Two exothermic peaks were seen in the DSC curves for both PCMD and PCMW, as shown in Figure 7. The first exothermic peak at 30–110 °C was due to the release of water. The second peak appeared at 240–248 °C, which corresponded to the T_g value of the PCM. The results support that the PF had good compatibility with the CM—there was a single T_g in every sample [42], usually at around 240–248 °C, except for PCMW10. The T_g for PCMW10 was found to be at 220 °C, likely due to the formation of defects, voids, or aggregation, during the curing process [41]. The T_g values of PCMD and PCMW decreased as the concentration of PF resin increased. The PF resin hindered homogeneous heat flow during the DSC analysis, hence lowering the T_g value [42].

3.6. Surface Roughness of CM and PCM Materials

A topological study was carried out to examine the surface roughness of the samples. The images show differences in the colour gradient: the dark- and bright-coloured gradients symbolize the short peak (valley) and high peak (high surface), respectively. Figure 8 shows that the CM had bumpy surfaces with irregular peak heights. The root mean square roughness (RMS) of CM was 10.07 nm.

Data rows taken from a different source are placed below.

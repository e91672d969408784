//! The shareable report: its content as format-neutral blocks, rendered to one
//! self-contained HTML page (inline SVG figures and CSS, no network, prints well) and to
//! Markdown (no HTML in it), and results.json with the same typed documents as each
//! command's `--json`.

pub mod blocks;
pub mod checklist;

use crate::analysis::{Analysis, Correction};
use crate::benchmark::{Benchmark, Prepared};
use crate::correct::correlation::{CorrelationCorrection, CorrelationInput};
use crate::correct::regression::{RegressionCorrection, RegressionInput};
use crate::format::{fixed, p_cell, range, significant, thousands};
use crate::metareg::spread::ScoreSpread;
use crate::metareg::{Explanation, Moderator};
use crate::output::INDIVIDUAL_DECISIONS_CAUTION;
use crate::output::json::{
    CheckDocument, CorrectionDocument, ExplainDocument, PoolDocument, ReportInput, ResultsDocument,
};
use crate::output::prose::{self, Paragraph, Reference};
use crate::plot::Figure;
use crate::pool::dependence::{DependenceMethod, DependenceResult, Inference};
use crate::pool::{Model, Prediction};
use crate::setting::SettingNames;
use blocks::{Block, Inline, Span, html_escape};
use checklist::{ChecklistItem, Coverage, RunScope, checklist};

/// A section of the report.
#[derive(Debug, Clone, Copy, PartialEq, Eq)]
pub enum Section {
    /// The benchmark.
    Benchmark,
    /// The coding sheet: file, columns, rows.
    Sheet,
    /// The moderators.
    Moderators,
    /// The new study.
    Placement,
    /// The correction.
    Correction,
    /// Rows left out, anywhere.
    RowsLeftOut,
    /// Warnings.
    Warnings,
    /// Methods.
    Methods,
    /// References.
    References,
    /// The reporting checklist.
    Checklist,
    /// Software and reproducibility.
    Software,
}

impl Section {
    /// Every section, in page order.
    pub const ALL: [Section; 11] = [
        Section::Benchmark,
        Section::Sheet,
        Section::Moderators,
        Section::Placement,
        Section::Correction,
        Section::RowsLeftOut,
        Section::Warnings,
        Section::Methods,
        Section::References,
        Section::Checklist,
        Section::Software,
    ];

    /// The heading.
    pub fn title(self) -> &'static str {
        match self {
            Section::Benchmark => "Benchmark",
            Section::Sheet => "The coding sheet",
            Section::Moderators => "Moderators",
            Section::Placement => "Where the new study falls",
            Section::Correction => "What-if correction",
            Section::RowsLeftOut => "Rows left out",
            Section::Warnings => "Warnings",
            Section::Methods => "Methods",
            Section::References => "References",
            Section::Checklist => "Reporting checklist (REGEMA)",
            Section::Software => "Software and reproducibility",
        }
    }

    /// The anchor: the title as Markdown renderers make a heading's anchor (lower case,
    /// letters, digits and hyphens), so that links resolve in report.md as in report.html.
    pub fn id(self) -> String {
        blocks::heading_anchor(self.title())
    }
}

In addition, S_q value was obtained from the AFM topography as shown in Figure 9. The S_q of the PCMD materials increased as the concentration of PF resin increased (5–20 wt.%), presenting the values 20 (a), 60 (c), 66 (e), and 75 (g) nm. Similar patterns can be observed for PCMW. The S_q of PCMW materials were 35 (b), 63 (d), 71 (f), and 37 (h) nm at 5, 10, 15, and 20 wt.%, respectively. The S_q of PCMW was higher because the thick and swollen CM enhanced the impregnation of the PF resin. The PF resin in CM was aggregated, shrunken, hardened, and formed an irregular surface during curing. As a result, different peak heights were produced [43]. However, the S_q of PCMW dropped at 20 wt.%. This is probably because of the heterogeneity in crosslinked samples, since the surface roughness should increase as the sample is more crosslinked.

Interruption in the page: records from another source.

#[cfg(test)]
mod tests {
    use super::*;

    fn write(name: &str, text: &str) -> std::path::PathBuf {
        let dir = std::env::temp_dir().join(format!("relyard-items-{}", std::process::id()));
        std::fs::create_dir_all(&dir).unwrap();
        let p = dir.join(name);
        std::fs::write(&p, text).unwrap();
        p
    }

    /// Both readers, with the same options: equal results, or the same error.
    fn both(path: &Path, options: &ItemReadOptions) -> std::result::Result<ItemData, String> {
        // Small parts, so that the tallies are merged across many part boundaries.
        let fast = read_items_with(path, None, options, Some(997));
        let careful = read_items_with(path, None, options, None);
        match (fast, careful) {
            (Ok(a), Ok(b)) => {
                assert_eq!(a.rows_read, b.rows_read);
                assert_eq!(a.complete_rows, b.complete_rows);
                assert_eq!(a.missing_cells, b.missing_cells);
                assert_eq!(a.notes, b.notes);
                assert_eq!(a.rows, b.rows);
                assert_eq!(a.identifiers, b.identifiers);
                assert!((a.moments.cov.clone() - b.moments.cov.clone()).abs().max() < 1e-12);
                assert!(
                    (a.moments.mean.clone() - b.moments.mean.clone())
                        .abs()
                        .max()
                        < 1e-12
                );
                Ok(a)
            }
            (Err(a), Err(b)) => {
                assert_eq!(a.to_string(), b.to_string());
                Err(a.to_string())
            }
            (a, b) => panic!("the readers disagree: {:?} / {:?}", a.err(), b.err()),
        }
    }

    /// A file long enough to be split among threads, with the things clean files hold:
    /// blank lines, CRLF, missing cells, spaces, an empty trailing column, a counting
    /// identifier column and an answer far off the others.
    #[test]
    fn fast_and_careful_readers_agree() {
        let mut text = String::from("id,a,b,c,\r\n");
        let mut id = 0;
        for i in 1..=3000 {
            let (a, b, c) = (i % 5 + 1, (i * 7) % 5 + 1, (i * 3 + i / 7) % 5 + 1);
            if i % 97 < 4 && i % 97 >= 2 {
                text.push_str(if i % 97 == 2 { "\r\n" } else { ",,,,\r\n" });
                continue;
            }
            id += 1;
            match i % 97 {
                0 => text.push_str(&format!("{id},{a},,{c},\r\n")),
                1 => text.push_str(&format!("{id}, {a} ,NA,{c},\r\n")),
                _ => text.push_str(&format!("{id},{a},{b},{c},\r\n")),
            }
        }
        text.push_str(&format!("{},99,1,1,", id + 1));
        let p = write("agree.csv", &text);
        let d = both(&p, &ItemReadOptions::default()).unwrap();
        assert!(
            d.notes
                .iter()
                .any(|w| matches!(w, crate::Warning::IdentifierColumn { .. }))
        );
        assert!(
            d.notes
                .iter()
                .any(|w| matches!(w, crate::Warning::ExtremeResponse { .. }))
        );
        let chosen = ItemReadOptions {
            items: Some(vec!["a".into(), "b".into(), "c".into()]),
            reverse: vec!["b".into()],
            scale: Some((1.0, 99.0)),
            keep_rows: true,
            ..ItemReadOptions::default()
        };
        let d = both(&p, &chosen).unwrap();
        assert_eq!(
            d.rows.as_ref().map(|r| r.len()),
            Some(3 * d.complete_rows as usize)
        );
        // A declared missing-value code counts as missing in both readers.
        let coded = ItemReadOptions {
            missing_codes: vec![99.0],
            ..ItemReadOptions::default()
        };
        let d = both(&p, &coded).unwrap();
        assert!(
            !d.notes
                .iter()
                .any(|w| matches!(w, crate::Warning::ExtremeResponse { .. }))
        );
    }

    /// Whatever the fast path declines (quotes, text, ragged rows, values off the scale,
    /// lone carriage returns) gives the careful reader's own result or message.
    #[test]
    fn declined_files_read_as_before() {
        let cases = [
            ("quoted.csv", "a,b\n\"1\",2\n3,4\n5,1\n"),
            ("text.csv", "a,b\n1,2\n3,x\n5,1\n"),
            ("ragged.csv", "a,b\n1,2\n3\n5,1\n"),
            ("extra.csv", "a,b\n1,2\n3,4,5\n5,1\n"),
            ("lone-cr.csv", "a,b\r1,2\r3,4\r5,1\r"),
            ("unnamed.csv", "a,,b\n1,,2\n3,9,4\n5,,1\n"),
        ];
        for (name, text) in cases {
            let p = write(name, text);
            let _ = both(&p, &ItemReadOptions::default());
        }
        let p = write("scale.csv", "a,b\n1,2\n3,7\n5,1\n");
        let opts = ItemReadOptions {
            scale: Some((1.0, 5.0)),
            ..ItemReadOptions::default()
        };
        let err = both(&p, &opts).unwrap_err();
        assert!(err.contains("row 3, column b"), "{err}");
    }

    /// A text column with a different value for every respondent is left out as an
    /// identifier (both readers); one whose values repeat is an error whose hint leaves
    /// the counting column out (issue 10).
    #[test]
    fn identifier_columns_are_left_out() {
        let p = write(
            "ids.csv",
            "code,n,a,b,c\nR01,1,1,2,3\nR02,2,2,2,3\nR03,3,3,4,4\nR04,4,4,4,5\nR05,5,5,4,4\n",
        );
        let d = both(&p, &ItemReadOptions::default()).unwrap();
        assert_eq!(d.identifiers, ["code"]);
        assert_eq!(d.names, ["n", "a", "b", "c"]);
        assert!(d.notes.iter().any(
            |w| matches!(w, crate::Warning::IdentifierLeftOut { column } if column == "code")
        ));
        let p = write(
            "groups.csv",
            "group,n,a,b,c\nA,1,3,2,3\nB,2,2,2,3\nA,3,3,4,4\nB,4,4,4,5\nA,5,4,3,2\n",
        );
        let err = both(&p, &ItemReadOptions::default()).unwrap_err();
        assert!(err.contains("column group holds text"), "{err}");
        assert!(err.contains("\"a,b,c\""), "{err}");
    }
}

3.7. Electrical Analysis of the PCM Materials

Impedance spectroscopy (EIS) showed that the sample conditions significantly influenced the log-log resistivity dependence on resin concentrations (Figure 10a). CM had the lowest resistivity (10⁷ Ω), followed by PCMW (10⁸ Ω) and PCMD (10⁹ Ω). This means that dry impregnation of the PF resin gave higher resistivity than the wet mechanism. The resistivity of PCMW and PCMD materials increased proportionally with the increase in PF resin concentrations, up to 15 wt.%; PCMD15 and PCMW15 materials show the highest resistivity, with values of 1.71 × 10⁹ Ω and 1.76 × 10⁸ Ω, respectively. As the PF concentration was increased to 20 wt.%, the resistivity of PCMD and PCMW decreased. This was due to its irregular surface roughness with high peaks (bumpy surface). Consequently, the electrons tend to move by tunnelling [44].

Figure 10b shows the log-log variation in σ_ac as a function of frequency. The obtained σ_ac of CM and PCM materials decreased upon decreasing the frequency, and increased upon increasing the frequency. PCMD5 gave the lowest σ_ac values among all the samples. As the σ_ac becomes independent, the curve can be split into two parts. The first region occurred at the plateau curve, and the second region is the increase at higher frequency. This phenomenon obeys the characteristics of Jonscher’s power law, with σ_ac being directly proportional to ω^s.

4. Conclusions

In this study, the fabrication of PCM materials was successfully conducted by PF impregnation of CM. This resulted in a significant influence on the physical, chemical, thermal, and electrical properties of PCM materials. The phenolic uptake in PCM materials was dependent on the CM conditions and PF concentrations. The amount of PF in CM affected the crosslinking of the samples, and, therefore, also their thermal stability. As the CM was treated with PF, the hydrophilic properties of the PCM materials were reduced. Subsequently, as the PF concentrations increased, the surface roughness and resistivity of the PCM materials also increased. All PCM materials obey Jonscher’s power law that describes the electrical conductivity of disordered materials.